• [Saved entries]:

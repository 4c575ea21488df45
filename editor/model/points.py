"""Columnar point storage shared by track segments, routes and waypoints.

A :class:`PointTable` holds one numpy array per interpreted GPX point field plus
an object column ``extra`` with an opaque payload (owned by :mod:`editor.io`)
for every child element the model does not interpret. The model never looks
inside ``extra``; it only moves it along with its point, so a point that was
not edited is written back exactly as it was read.

Missing values are NaN for floats and NaT for times.
"""
from __future__ import annotations

from dataclasses import dataclass, fields
from typing import Iterable, Mapping

import numpy as np

#: Float columns; NaN marks "absent in the file".
FLOAT_COLUMNS = ("lat", "lon", "ele", "hdop", "vdop", "pdop", "sat")
#: Every column, in the order used by :meth:`PointTable.columns`.
ALL_COLUMNS = FLOAT_COLUMNS + ("time", "name", "extra")

NAT = np.datetime64("NaT", "ns")


def _float_array(values, n: int) -> np.ndarray:
    if values is None:
        return np.full(n, np.nan)
    out = np.asarray(values, dtype=np.float64)
    return out.copy() if out.base is not None or not out.flags.writeable else out


def _object_array(values, n: int) -> np.ndarray:
    out = np.empty(n, dtype=object)
    if values is not None:
        out[:] = list(values) if not isinstance(values, np.ndarray) else values
    return out


@dataclass(eq=False)
class PointTable:
    """Points as parallel arrays.

    Attributes
    ----------
    lat, lon : float64, degrees (WGS84). Always present.
    ele : float64, metres above the geoid as recorded; NaN where absent.
    time : datetime64[ns], UTC; NaT where absent.
    hdop, vdop, pdop : float64, dilution of precision; NaN where absent.
    sat : float64, number of satellites; NaN where absent (float so it can hold NaN).
    name : object, ``str`` or ``None``; the point's ``<name>`` (waypoint labels).
    extra : object, opaque per-point payload from the reader, or ``None``.
    """

    lat: np.ndarray
    lon: np.ndarray
    ele: np.ndarray
    time: np.ndarray
    hdop: np.ndarray
    vdop: np.ndarray
    pdop: np.ndarray
    sat: np.ndarray
    name: np.ndarray
    extra: np.ndarray

    @classmethod
    def from_columns(cls, lat, lon, ele=None, time=None, hdop=None, vdop=None,
                     pdop=None, sat=None, name=None, extra=None) -> "PointTable":
        """Build a table; omitted columns are filled with "absent"."""
        lat = np.array(lat, dtype=np.float64)
        n = len(lat)
        if time is None:
            t = np.full(n, NAT)
        else:
            t = np.asarray(time)
            t = t.astype("datetime64[ns]") if t.dtype.kind == "M" else np.array(t, dtype="datetime64[ns]")
        table = cls(lat=lat, lon=np.array(lon, dtype=np.float64), ele=_float_array(ele, n),
                    time=np.array(t, copy=True), hdop=_float_array(hdop, n), vdop=_float_array(vdop, n),
                    pdop=_float_array(pdop, n), sat=_float_array(sat, n),
                    name=_object_array(name, n), extra=_object_array(extra, n))
        table._check()
        return table

    @classmethod
    def empty(cls, n: int = 0) -> "PointTable":
        return cls.from_columns(np.zeros(n), np.zeros(n))

    def _check(self) -> None:
        n = len(self.lat)
        for f in fields(self):
            col = getattr(self, f.name)
            if col.ndim != 1 or len(col) != n:
                raise ValueError(f"column {f.name!r} has length {len(col)}, expected {n}")

    def __len__(self) -> int:
        return len(self.lat)

    def columns(self) -> dict[str, np.ndarray]:
        return {name: getattr(self, name) for name in ALL_COLUMNS}

    def copy(self) -> "PointTable":
        return PointTable(**{k: v.copy() for k, v in self.columns().items()})

    def shared(self) -> "PointTable":
        """A new table object over the same column arrays (cheap; safe because edits copy on write)."""
        return PointTable(**self.columns())

    def take(self, index) -> "PointTable":
        """Rows at ``index`` (slice, integer array or boolean mask), as a new table."""
        return PointTable(**{k: np.array(v[index], copy=True) for k, v in self.columns().items()})

    @staticmethod
    def concat(tables: Iterable["PointTable"]) -> "PointTable":
        tables = list(tables)
        if not tables:
            return PointTable.empty()
        return PointTable(**{k: np.concatenate([getattr(t, k) for t in tables]) for k in ALL_COLUMNS})

    def time_s(self) -> np.ndarray:
        """Times as float seconds since the Unix epoch (UTC); NaN where absent."""
        out = self.time.astype("int64").astype(np.float64) / 1e9
        out[np.isnat(self.time)] = np.nan
        return out

    def has_time(self) -> bool:
        return bool(len(self)) and not np.isnat(self.time).all()

    def equals(self, other: "PointTable") -> bool:
        """Exact equality, NaN == NaN and NaT == NaT; payloads compared with ``==``."""
        if len(self) != len(other):
            return False
        for k in FLOAT_COLUMNS:
            a, b = getattr(self, k), getattr(other, k)
            if not np.array_equal(a, b, equal_nan=True):
                return False
        if not np.array_equal(self.time.view("int64"), other.time.view("int64")):
            return False
        return all(_objects_equal(getattr(self, k), getattr(other, k)) for k in ("name", "extra"))


def _objects_equal(a: np.ndarray, b: np.ndarray) -> bool:
    return all(x == y for x, y in zip(a.tolist(), b.tolist()))


def covers_every_row(index, n: int) -> bool:
    """True when ``index`` is exactly ``0, 1, ..., n-1`` (writing there replaces whole columns)."""
    if isinstance(index, slice):
        return index.indices(n) == (0, n, 1)
    rows = np.asarray(index)
    if rows.dtype.kind not in "iu" or rows.shape != (n,):
        return False
    return n == 0 or (int(rows[0]) == 0 and int(rows[-1]) == n - 1 and bool(np.all(np.diff(rows) == 1)))


def replace_values(table: PointTable, index, values: Mapping[str, np.ndarray]
                   ) -> tuple[PointTable, dict[str, np.ndarray]]:
    """A new table with ``values`` written into rows ``index``, and the previous values.

    Copy-on-write: ``table`` and its arrays are left untouched, and the new table shares every
    column ``values`` does not name. When ``index`` covers every row, the given arrays become the
    new columns and the previous columns are returned as they are, so neither side is copied;
    this is why column arrays held by a document must never be written in place.
    """
    columns = table.columns()
    whole = covers_every_row(index, len(table))
    old = {}
    for key, new in values.items():
        if key not in ALL_COLUMNS:
            raise KeyError(f"unknown point column {key!r}")
        column = columns[key]
        new = np.asarray(new) if column.dtype != object else new
        if whole and isinstance(new, np.ndarray) and new.shape == column.shape and new.dtype == column.dtype:
            old[key], columns[key] = column, new
            continue
        old[key] = np.array(column[index], copy=True)
        column = column.copy()
        column[index] = new
        columns[key] = column
    return PointTable(**columns), old


def set_columns(table: PointTable, index, values: Mapping[str, np.ndarray]) -> dict[str, np.ndarray]:
    """Write ``values`` into rows ``index`` in place; return the previous values.

    Only for tables nothing else shares (a tool's own working copy); document edits use
    :func:`replace_values`."""
    old = {}
    for key, new in values.items():
        if key not in ALL_COLUMNS:
            raise KeyError(f"unknown point column {key!r}")
        column = getattr(table, key)
        old[key] = np.array(column[index], copy=True)
        column[index] = new
    return old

• [THE TASK]:
In full and without error, restate the data.

• [SOLUTION TO THIS PROBLEM]:
repository 4c575ea21488df45
filename editor/model/points.py
"""Columnar point storage shared by track segments, routes and waypoints.

A :class:`PointTable` holds one numpy array per interpreted GPX point field plus
an object column ``extra`` with an opaque payload (owned by :mod:`editor.io`)
for every child element the model does not interpret. The model never looks
inside ``extra``; it only moves it along with its point, so a point that was
not edited is written back exactly as it was read.

Missing values are NaN for floats and NaT for times.
"""
from __future__ import annotations

from dataclasses import dataclass, fields
from typing import Iterable, Mapping

import numpy as np

#: Float columns; NaN marks "absent in the file".
FLOAT_COLUMNS = ("lat", "lon", "ele", "hdop", "vdop", "pdop", "sat")
#: Every column, in the order used by :meth:`PointTable.columns`.
ALL_COLUMNS = FLOAT_COLUMNS + ("time", "name", "extra")

NAT = np.datetime64("NaT", "ns")


def _float_array(values, n: int) -> np.ndarray:
    if values is None:
        return np.full(n, np.nan)
    out = np.asarray(values, dtype=np.float64)
    return out.copy() if out.base is not None or not out.flags.writeable else out


def _object_array(values, n: int) -> np.ndarray:
    out = np.empty(n, dtype=object)
    if values is not None:
        out[:] = list(values) if not isinstance(values, np.ndarray) else values
    return out


@dataclass(eq=False)
class PointTable:
    """Points as parallel arrays.

    Attributes
    ----------
    lat, lon : float64, degrees (WGS84). Always present.
    ele : float64, metres above the geoid as recorded; NaN where absent.
    time : datetime64[ns], UTC; NaT where absent.
    hdop, vdop, pdop : float64, dilution of precision; NaN where absent.
    sat : float64, number of satellites; NaN where absent (float so it can hold NaN).
    name : object, ``str`` or ``None``; the point's ``<name>`` (waypoint labels).
    extra : object, opaque per-point payload from the reader, or ``None``.
    """

    lat: np.ndarray
    lon: np.ndarray
    ele: np.ndarray
    time: np.ndarray
    hdop: np.ndarray
    vdop: np.ndarray
    pdop: np.ndarray
    sat: np.ndarray
    name: np.ndarray
    extra: np.ndarray

    @classmethod
    def from_columns(cls, lat, lon, ele=None, time=None, hdop=None, vdop=None,
                     pdop=None, sat=None, name=None, extra=None) -> "PointTable":
        """Build a table; omitted columns are filled with "absent"."""
        lat = np.array(lat, dtype=np.float64)
        n = len(lat)
        if time is None:
            t = np.full(n, NAT)
        else:
            t = np.asarray(time)
            t = t.astype("datetime64[ns]") if t.dtype.kind == "M" else np.array(t, dtype="datetime64[ns]")
        table = cls(lat=lat, lon=np.array(lon, dtype=np.float64), ele=_float_array(ele, n),
                    time=np.array(t, copy=True), hdop=_float_array(hdop, n), vdop=_float_array(vdop, n),
                    pdop=_float_array(pdop, n), sat=_float_array(sat, n),
                    name=_object_array(name, n), extra=_object_array(extra, n))
        table._check()
        return table

    @classmethod
    def empty(cls, n: int = 0) -> "PointTable":
        return cls.from_columns(np.zeros(n), np.zeros(n))

    def _check(self) -> None:
        n = len(self.lat)
        for f in fields(self):
            col = getattr(self, f.name)
            if col.ndim != 1 or len(col) != n:
                raise ValueError(f"column {f.name!r} has length {len(col)}, expected {n}")

    def __len__(self) -> int:
        return len(self.lat)

    def columns(self) -> dict[str, np.ndarray]:
        return {name: getattr(self, name) for name in ALL_COLUMNS}

    def copy(self) -> "PointTable":
        return PointTable(**{k: v.copy() for k, v in self.columns().items()})

    def shared(self) -> "PointTable":
        """A new table object over the same column arrays (cheap; safe because edits copy on write)."""
        return PointTable(**self.columns())

    def take(self, index) -> "PointTable":
        """Rows at ``index`` (slice, integer array or boolean mask), as a new table."""
        return PointTable(**{k: np.array(v[index], copy=True) for k, v in self.columns().items()})

    @staticmethod
    def concat(tables: Iterable["PointTable"]) -> "PointTable":
        tables = list(tables)
        if not tables:
            return PointTable.empty()
        return PointTable(**{k: np.concatenate([getattr(t, k) for t in tables]) for k in ALL_COLUMNS})

    def time_s(self) -> np.ndarray:
        """Times as float seconds since the Unix epoch (UTC); NaN where absent."""
        out = self.time.astype("int64").astype(np.float64) / 1e9
        out[np.isnat(self.time)] = np.nan
        return out

    def has_time(self) -> bool:
        return bool(len(self)) and not np.isnat(self.time).all()

    def equals(self, other: "PointTable") -> bool:
        """Exact equality, NaN == NaN and NaT == NaT; payloads compared with ``==``."""
        if len(self) != len(other):
            return False
        for k in FLOAT_COLUMNS:
            a, b = getattr(self, k), getattr(other, k)
            if not np.array_equal(a, b, equal_nan=True):
                return False
        if not np.array_equal(self.time.view("int64"), other.time.view("int64")):
            return False
        return all(_objects_equal(getattr(self, k), getattr(other, k)) for k in ("name", "extra"))


def _objects_equal(a: np.ndarray, b: np.ndarray) -> bool:
    return all(x == y for x, y in zip(a.tolist(), b.tolist()))


def covers_every_row(index, n: int) -> bool:
    """True when ``index`` is exactly ``0, 1, ..., n-1`` (writing there replaces whole columns)."""
    if isinstance(index, slice):
        return index.indices(n) == (0, n, 1)
    rows = np.asarray(index)
    if rows.dtype.kind not in "iu" or rows.shape != (n,):
        return False
    return n == 0 or (int(rows[0]) == 0 and int(rows[-1]) == n - 1 and bool(np.all(np.diff(rows) == 1)))


def replace_values(table: PointTable, index, values: Mapping[str, np.ndarray]
                   ) -> tuple[PointTable, dict[str, np.ndarray]]:
    """A new table with ``values`` written into rows ``index``, and the previous values.

    Copy-on-write: ``table`` and its arrays are left untouched, and the new table shares every
    column ``values`` does not name. When ``index`` covers every row, the given arrays become the
    new columns and the previous columns are returned as they are, so neither side is copied;
    this is why column arrays held by a document must never be written in place.
    """
    columns = table.columns()
    whole = covers_every_row(index, len(table))
    old = {}
    for key, new in values.items():
        if key not in ALL_COLUMNS:
            raise KeyError(f"unknown point column {key!r}")
        column = columns[key]
        new = np.asarray(new) if column.dtype != object else new
        if whole and isinstance(new, np.ndarray) and new.shape == column.shape and new.dtype == column.dtype:
            old[key], columns[key] = column, new
            continue
        old[key] = np.array(column[index], copy=True)
        column = column.copy()
        column[index] = new
        columns[key] = column
    return PointTable(**columns), old


def set_columns(table: PointTable, index, values: Mapping[str, np.ndarray]) -> dict[str, np.ndarray]:
    """Write ``values`` into rows ``index`` in place; return the previous values.

    Only for tables nothing else shares (a tool's own working copy); document edits use
    :func:`replace_values`."""
    old = {}
    for key, new in values.items():
        if key not in ALL_COLUMNS:
            raise KeyError(f"unknown point column {key!r}")
        column = getattr(table, key)
        old[key] = np.array(column[index], copy=True)
        column[index] = new
    return old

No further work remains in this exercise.